GOAL OF THE EXERCISE: Look through the records that follow. Copy every line containing the word "describe".

+++ EXERCISE DATA +++

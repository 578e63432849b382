// The named number formats views write figures with (src/i18n/formats.ts, through vue-i18n's n()) round as their
// names say, the same for English and Spanish readers (both write numbers the United States way).
// source: ECMA-402, Intl.NumberFormat, maximumFractionDigits (rounding "half expand": half away from zero); figures
// worked by hand
import { describe, expect, it } from 'vitest'
import { numberFormats } from '@/i18n/formats'

describe('named number formats', () => {
  it('tenths, hundredths and whole numbers', () => {
    for (const locale of ['en-US', 'es-US'] as const) {
      const f = numberFormats[locale] as Record<string, Intl.NumberFormatOptions>
      expect(new Intl.NumberFormat('en-US', f.tenths).format(97.46)).toBe('97.5')
      expect(new Intl.NumberFormat('en-US', f.hundredths).format(3.716)).toBe('3.72')
      expect(new Intl.NumberFormat('en-US', f.integer).format(1234.5)).toBe('1,235')
    }
  })
})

+++

SOLUTION TO THIS PROBLEM:
import { describe, expect, it } from 'vitest'
describe('named number formats', () => {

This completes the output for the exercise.